Uno de los enigmas que propone la literatura policial es cómo explicar un crimen ocurrido en un cuarto cerrado, donde es imposible entrar y de donde es imposible salir. Esa escena ocurre en El misterio del cuarto amarillo, de Gastón Leroux, y se ha divulgado en infinidad de versiones, variaciones y adaptaciones. Se ocuparon, entre otros, de ese subgénero deductivo Edgar Allan Poe y John Dickson Carr. Tal problema de ingenio llama a la respuesta de Houdini, y es en el fondo superficial. Hay otro misterio menos lógico, más íntimo y atroz: ¿cómo escribe un hombre cuando su cuerpo se ha convertido en una cárcel? ¿De dónde obtiene fuerzas para seguir?
Víctima de una enfermedad irreversible, Ricardo Piglia vivió sus últimos años en un cuerpo que le impedía toda movilidad.

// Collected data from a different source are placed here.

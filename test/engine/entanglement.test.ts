import fc from "fast-check";
import { beforeAll, describe, expect, it } from "vitest";
import {
  conditionalVariance,
  duanBound,
  duanSum,
  entangledSourceCovariance,
  entangledSourceSpectrum,
  eprVariances,
  logarithmicNegativity,
  partialTransposeSymplecticEigenvalues,
  symplecticEigenvalues,
} from "../../src/engine/entanglement";
import { loadMathjs, type MathJs, type MathMatrix } from "../helpers/mathjs";

/**
 * Entanglement measures of two modes, covariance over (X1, P1, X2, P2) with [X, P] = i and
 * vacuum variance 1/2.
 *
 * Lossless two-mode squeezing: V = ½[[c,0,s,0],[0,c,0,−s],[s,0,c,0],[0,−s,0,c]], c = cosh 2r,
 * s = sinh 2r. Published values: EPR variances Var(X1 − X2) = Var(P1 + P2) = e^{−2r} and the
 * Duan criterion (Duan, Giedke, Cirac & Zoller, PRL 84, 2722 (2000): a separable state has
 * Var(|a|x1 + x2/a) + Var(|a|p1 − p2/a) ≥ a² + 1/a² with [x, p] = i; the sign flips of x2, p2 used
 * here are a local rotation and change nothing); logarithmic negativity E_N = 2r/ln 2 ebits
 * (Adesso & Illuminati, J. Phys. A 40, 7821 (2007)); conditional variance Var(X1 | X2) =
 * (1/2)/cosh 2r (physics notes §4).
 *
 * With power transmissions η1, η2 (mixing each arm with vacuum) the state keeps the standard
 * form V = [[α I, γ Z], [γ Z, β I]] (Z = diag(1, −1)) with
 *   α = (η1(c − 1) + 1)/2,  β = (η2(c − 1) + 1)/2,  γ = √(η1η2) s/2,
 * and (derived here from the invariants det A = α², det B = β², det C = −γ², det V = (αβ − γ²)²):
 *   Var(X1 − X2) = Var(P1 + P2) = α + β − 2γ;  Var(X1 | X2) = α − γ²/β;
 *   symplectic eigenvalues ν± = (√((α + β)² − 4γ²) ± |β − α|)/2;
 *   partial transpose ν̃± = ((α + β) ± √((α − β)² + 4γ²))/2,  E_N = max(0, −log2(2ν̃₋)).
 */

function standardForm(alpha: number, beta: number, gamma: number): Float64Array {
  return Float64Array.of(alpha, 0, gamma, 0, 0, alpha, 0, -gamma, gamma, 0, beta, 0, 0, -gamma, 0, beta);
}

function lossyTmsv(r: number, eta1: number, eta2: number) {
  const c = Math.cosh(2 * r);
  const s = Math.sinh(2 * r);
  const alpha = (eta1 * (c - 1) + 1) / 2;
  const beta = (eta2 * (c - 1) + 1) / 2;
  const gamma = (Math.sqrt(eta1 * eta2) * s) / 2;
  return { alpha, beta, gamma, v: standardForm(alpha, beta, gamma) };
}

const rel = (a: number, b: number) => Math.abs(a - b) / Math.max(Math.abs(a), Math.abs(b), 1e-300);

describe("lossless two-mode squeezing", () => {
  // Up to r = 2: the entries (c ± s)/2 are rounded to ε·cosh 2r, so e^{−2r} itself is known only to
  // about ε·e^{4r} relative, 3e-13 at r = 2 (well inside the 1e-12 checked).
  it.each([0.05, 0.5, 1, 1.15, 2])("r = %f: EPR variances e^{−2r}, Duan sum 2e^{−2r} < 2, Var(X1|X2) = (1/2)/cosh 2r, E_N = 2r/ln 2", (r) => {
    for (const v of [lossyTmsv(r, 1, 1).v, entangledSourceCovariance({ r, efficiency1: 1, efficiency2: 1 })]) {
      const { x, p } = eprVariances(v);
      expect(rel(x, Math.exp(-2 * r))).toBeLessThan(1e-12);
      expect(rel(p, Math.exp(-2 * r))).toBeLessThan(1e-12);
      expect(rel(duanSum(v), 2 * Math.exp(-2 * r))).toBeLessThan(1e-12);
      expect(duanSum(v)).toBeLessThan(duanBound());
      expect(rel(conditionalVariance(v, 0, [2]), 0.5 / Math.cosh(2 * r))).toBeLessThan(1e-12);
      expect(rel(conditionalVariance(v, 1, [3]), 0.5 / Math.cosh(2 * r))).toBeLessThan(1e-12);
      expect(rel(logarithmicNegativity(v), (2 * r) / Math.LN2)).toBeLessThan(1e-11);
      // A pure state: det V = 1/16, i.e. ν₋ν₊ = 1/4 (the individual values of this degenerate pair are
      // only determined to the square root of the rounding, see symplecticEigenvalues).
      const [lo, hi] = symplecticEigenvalues(v);
      expect(rel(lo * hi, 0.25)).toBeLessThan(1e-9);
    }
  });

  it("at r = 3 and 4 the log-negativity is still 2r/ln 2 (it depends on the well-conditioned ν̃₋ = e^{−2r}/2)", () => {
    for (const r of [3, 4]) expect(rel(logarithmicNegativity(lossyTmsv(r, 1, 1).v), (2 * r) / Math.LN2), `r = ${r}`).toBeLessThan(1e-9);
  });

  it("vacuum (r = 0) is separable: E_N = 0, Duan sum exactly 2, conditional variance 1/2", () => {
    const v = standardForm(0.5, 0.5, 0);
    expect(logarithmicNegativity(v)).toBe(0);
    expect(duanSum(v)).toBe(2);
    expect(conditionalVariance(v, 0, [2])).toBe(0.5);
  });
});

describe("two-mode squeezing with per-arm loss (closed forms derived in the header)", () => {
  it.each([
    [1, 0.9, 0.9],
    [1, 0.95, 0.5],
    [2, 0.7, 0.3],
    [0.4, 0.2, 1],
  ])("r = %f, η1 = %f, η2 = %f", (r, eta1, eta2) => {
    const { alpha, beta, gamma, v } = lossyTmsv(r, eta1, eta2);
    // The source's description matches the mixing-with-vacuum form.
    const fromSource = entangledSourceCovariance({ r, efficiency1: eta1, efficiency2: eta2 });
    for (let i = 0; i < 16; i++) expect(Math.abs(fromSource[i] - v[i])).toBeLessThan(1e-12 * alpha);
    const { x, p } = eprVariances(v);
    expect(rel(x, alpha + beta - 2 * gamma)).toBeLessThan(1e-12);
    expect(rel(p, alpha + beta - 2 * gamma)).toBeLessThan(1e-12);
    expect(rel(conditionalVariance(v, 0, [2]), alpha - (gamma * gamma) / beta)).toBeLessThan(1e-12);
    const [lo, hi] = symplecticEigenvalues(v);
    const root = Math.sqrt((alpha + beta) ** 2 - 4 * gamma ** 2);
    expect(rel(lo * hi, alpha * beta - gamma * gamma)).toBeLessThan(1e-9);
    if (eta1 !== eta2) {
      // Distinct values (a degenerate pair, η1 = η2, is only fixed to √rounding; see above).
      expect(rel(lo, (root - Math.abs(beta - alpha)) / 2)).toBeLessThan(1e-9);
      expect(rel(hi, (root + Math.abs(beta - alpha)) / 2)).toBeLessThan(1e-9);
    }
    const nuMinus = (alpha + beta - Math.sqrt((alpha - beta) ** 2 + 4 * gamma ** 2)) / 2;
    expect(rel(partialTransposeSymplecticEigenvalues(v)[0], nuMinus)).toBeLessThan(1e-9);
    expect(rel(logarithmicNegativity(v), Math.max(0, -Math.log2(2 * nuMinus)))).toBeLessThan(1e-9);
    // Loss never removes the entanglement of a two-mode squeezed state entirely.
    expect(logarithmicNegativity(v)).toBeGreaterThan(0);
  });

  it("asymmetric loss: the a = 1 Duan sum can exceed 2 although the state is entangled; Duan's a² = √(η2/η1) detects it (the criterion is sufficient, not necessary)", () => {
    // a = 1: sum 2(α + β − 2γ) vs 2. With general a: 2(a²α + β/a² − 2γ) < a² + 1/a² ⇔ a²(α − ½) + (β − ½)/a² < 2γ;
    // the best a² = √((β − ½)/(α − ½)) = √(η2/η1) turns it into (c − 1)² < s², true for every r > 0.
    const r = 2;
    const eta1 = 0.95;
    const eta2 = 0.3;
    const { v } = lossyTmsv(r, eta1, eta2);
    expect(duanSum(v)).toBeGreaterThan(duanBound());
    expect(logarithmicNegativity(v)).toBeGreaterThan(0);
    const a = (eta2 / eta1) ** 0.25;
    expect(duanSum(v, undefined, a)).toBeLessThan(duanBound(a));
  });
});

describe("Duan sum below 2 ⇔ entangled, for symmetric states in standard form (Duan et al. 2000)", () => {
  // Symmetric standard form α = β, C = diag(γ, −γ): physical when α² − γ² ≥ 1/4; the Duan sum is
  // 4(α − |γ|) and ν̃₋ = α − |γ|, so both say "entangled" exactly when α − |γ| < 1/2.
  it("agrees with the log-negativity on random physical symmetric states (fast-check, fixed seed)", () => {
    let entangled = 0;
    let separable = 0;
    fc.assert(
      fc.property(fc.double({ min: 0.5, max: 20, noNaN: true }), fc.double({ min: 0, max: 1, noNaN: true }), (alpha, u) => {
        const gamma = u * Math.sqrt(alpha * alpha - 0.25);
        const v = standardForm(alpha, alpha, gamma);
        const duanSays = duanSum(v) < 2;
        const negativitySays = logarithmicNegativity(v) > 0;
        // Skip the boundary itself, where rounding decides.
        fc.pre(Math.abs(alpha - gamma - 0.5) > 1e-9);
        expect(duanSays).toBe(negativitySays);
        if (negativitySays) entangled++;
        else separable++;
      }),
      { seed: 20240611, numRuns: 500 },
    );
    expect(entangled).toBeGreaterThan(20);
    expect(separable).toBeGreaterThan(20);
  });
});

describe("symplectic eigenvalues against mathjs (eigenvalues ±iν of Σ V)", () => {
  let math: MathJs;
  beforeAll(async () => {
    math = await loadMathjs();
  });

  /** A random physical state S diag(ν1, ν1, ν2, ν2) Sᵀ with S a product of symplectic maps. */
  function randomState(seed: number): { v: number[][]; nu: [number, number] } {
    let state = seed;
    const rnd = () => {
      state = (state * 1103515245 + 12345) % 2147483648;
      return state / 2147483648;
    };
    const nu1 = 0.5 + 2 * rnd();
    const nu2 = 0.5 + 2 * rnd();
    const d = math.diag([nu1, nu1, nu2, nu2]);
    const r = 1.5 * rnd();
    const ch = Math.cosh(r);
    const sh = Math.sinh(r);
    const tms = math.matrix([
      [ch, 0, sh, 0],
      [0, ch, 0, -sh],
      [sh, 0, ch, 0],
      [0, -sh, 0, ch],
    ]);
    const t = 2 * Math.PI * rnd();
    const [c, s] = [Math.cos(t), Math.sin(t)];
    const bs = math.matrix([
      [c, 0, s, 0],
      [0, c, 0, s],
      [-s, 0, c, 0],
      [0, -s, 0, c],
    ]);
    const q1 = Math.exp(rnd() - 0.5);
    const q2 = Math.exp(rnd() - 0.5);
    const local = math.diag([q1, 1 / q1, q2, 1 / q2]);
    const S = math.multiply(local, math.multiply(bs, tms));
    const v = math.multiply(S, math.multiply(d, math.transpose(S))) as unknown as MathMatrix;
    return { v: v.toArray() as number[][], nu: [Math.min(nu1, nu2), Math.max(nu1, nu2)] };
  }

  const sigma = [
    [0, 1, 0, 0],
    [-1, 0, 0, 0],
    [0, 0, 0, 1],
    [0, 0, -1, 0],
  ];

  /**
   * Symplectic eigenvalues as mathjs finds them: with M = V^{1/2} Σ V^{1/2} (real antisymmetric,
   * eigenvalues ±iν), the symmetric matrix Mᵀ M has eigenvalues ν², each twice (Williamson's
   * theorem; see e.g. Adesso & Illuminati 2007). mathjs sqrtm and eigs (symmetric) do the work.
   */
  function mathjsSymplectic(v: number[][]): number[] {
    const root = math.sqrtm(math.matrix(v));
    const m = math.multiply(root, math.multiply(math.matrix(sigma), root));
    const mtm = math.multiply(math.transpose(m), m) as MathMatrix;
    const sym = (mtm.toArray() as number[][]).map((row, i, all) => row.map((x, j) => (x + all[j][i]) / 2));
    const values = math.eigs(sym).values as unknown as number[] | MathMatrix;
    const list = (Array.isArray(values) ? values : (values.toArray() as number[])).map((x) => Math.sqrt(Math.max(0, x)));
    return list.sort((a, b) => a - b);
  }

  it.each([1, 2, 3, 4, 5, 6])("random physical state #%i: ν from the invariants = construction = mathjs; partial transpose too", (seed) => {
    const { v, nu } = randomState(seed);
    const flat = v.flat();
    const [lo, hi] = symplecticEigenvalues(flat);
    expect(rel(lo, nu[0])).toBeLessThan(1e-9);
    expect(rel(hi, nu[1])).toBeLessThan(1e-9);
    const ref = mathjsSymplectic(v);
    expect(rel(lo, ref[0])).toBeLessThan(1e-9);
    expect(rel(hi, ref[3])).toBeLessThan(1e-9);
    // Partial transpose: P2 → −P2.
    const flip = [1, 1, 1, -1];
    const vpt = v.map((row, i) => row.map((x, j) => x * flip[i] * flip[j]));
    const refPt = mathjsSymplectic(vpt);
    const [ptLo, ptHi] = partialTransposeSymplecticEigenvalues(flat);
    expect(rel(ptLo, refPt[0])).toBeLessThan(1e-9);
    expect(rel(ptHi, refPt[3])).toBeLessThan(1e-9);
    expect(rel(logarithmicNegativity(flat), Math.max(0, -Math.log2(2 * refPt[0])))).toBeLessThan(1e-9);
  });

  it("conditional variance given several quadratures is the Schur complement (mathjs inv)", () => {
    const { v } = randomState(11);
    const given = [1, 2, 3];
    const vgg = given.map((i) => given.map((j) => v[i][j]));
    const vtg = given.map((j) => v[0][j]);
    const reduction = math.multiply(vtg, math.multiply(math.inv(vgg), vtg)) as unknown as number;
    expect(rel(conditionalVariance(v.flat(), 0, given), v[0][0] - reduction)).toBeLessThan(1e-9);
  });
});

describe("covariance of the finite-bandwidth source over a band", () => {
  // The band covariance is ½ × the mean of the one-sided spectrum over the band; here the
  // reference is a direct numerical average (composite Simpson, 20000 panels) of the spectrum.
  it.each([
    [0, 1e6],
    [2e6, 9e6],
    [1e3, 1e8],
  ])("band %f…%f Hz: equals the numerically averaged spectrum", (from, to) => {
    const source = { r: 1.3, efficiency1: 0.9, efficiency2: 0.7, bandwidth: 5e6 };
    const v = entangledSourceCovariance(source, { from, to });
    const n = 20000;
    const h = (to - from) / n;
    const mean = new Float64Array(16);
    for (let k = 0; k <= n; k++) {
      const w = k === 0 || k === n ? 1 : k % 2 === 1 ? 4 : 2;
      const s = entangledSourceSpectrum(source, from + k * h);
      for (let i = 0; i < 16; i++) mean[i] += (w * h * s[i]) / 3 / (to - from);
    }
    for (let i = 0; i < 16; i++) expect(Math.abs(v[i] - mean[i] / 2), `entry ${i}`).toBeLessThan(1e-9 * Math.abs(v[0]));
  });

  it("the closed form uses the integral of a Lorentzian: (atan(Ω2/w) − atan(Ω1/w))/w (checked with Math.atan)", () => {
    const r = 0.8;
    const kappa = 2 * Math.PI * 5e6;
    const eps = (kappa / 2) * Math.tanh(r / 2);
    const [w1, w2] = [2 * Math.PI * 3e5, 2 * Math.PI * 4e7];
    const mean = (w: number) => (2 * kappa * eps * (Math.atan(w2 / w) - Math.atan(w1 / w))) / (w * (w2 - w1));
    const plus = mean(kappa / 2 - eps);
    const minus = mean(kappa / 2 + eps);
    const v = entangledSourceCovariance({ r, efficiency1: 1, efficiency2: 1, bandwidth: 5e6 }, { from: 3e5, to: 4e7 });
    expect(rel(v[0], (1 + (plus - minus) / 2) / 2)).toBeLessThan(1e-13);
    expect(rel(v[2], (plus + minus) / 4)).toBeLessThan(1e-13);
    expect(rel(v[7], -(plus + minus) / 4)).toBeLessThan(1e-13);
  });

  it("a white source's covariance is half its noise matrix, whatever the band", () => {
    const source = { r: 0.7, efficiency1: 0.8, efficiency2: 0.9 };
    const a = entangledSourceCovariance(source);
    const b = entangledSourceCovariance(source, { from: 10, to: 1e9 });
    const s = entangledSourceSpectrum(source, 123);
    for (let i = 0; i < 16; i++) {
      expect(a[i]).toBe(s[i] / 2);
      expect(b[i]).toBe(s[i] / 2);
    }
  });
});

Con pudor, con absoluta discreción, no se quejó. Los casos del comisario Croce, que se publica luego de su fallecimiento, lo fue escribiendo a través de un sistema de hardware llamado Tobbii, en el que se elige cada letra fijando la mirada sobre la pantalla. Un libro de cuentos policiales escrito letra a letra.
Llama la atención, en el despojo del cuerpo, el despojamiento de la voz. Cada cuento es confluencia de un caudal que parece inagotable y que se potencia en el tono bajo, como desconfiado y cansino, del narrador. Piglia, que fue el gran difusor de la novela policial negra en la Argentina, escribe estos relatos límpidos al modo deductivo e intelectual de la tradición inglesa. La contratapa menciona como númenes a Agatha Christie, Conan Doyle, Chesterton, Poe y Borges, pero en el agrupamiento nada es igual. En el primer cuento se lee, sosegado, el eco campero y alucinado de Miguel Briante; en el resto suena el fraseo de Onetti. Pero es Borges (con quien Croce resuelve un caso), quien construye la presencia central. Borges es el autor para el que Piglia escribe su último libro, aquel cuya sombra ilumina su despedida.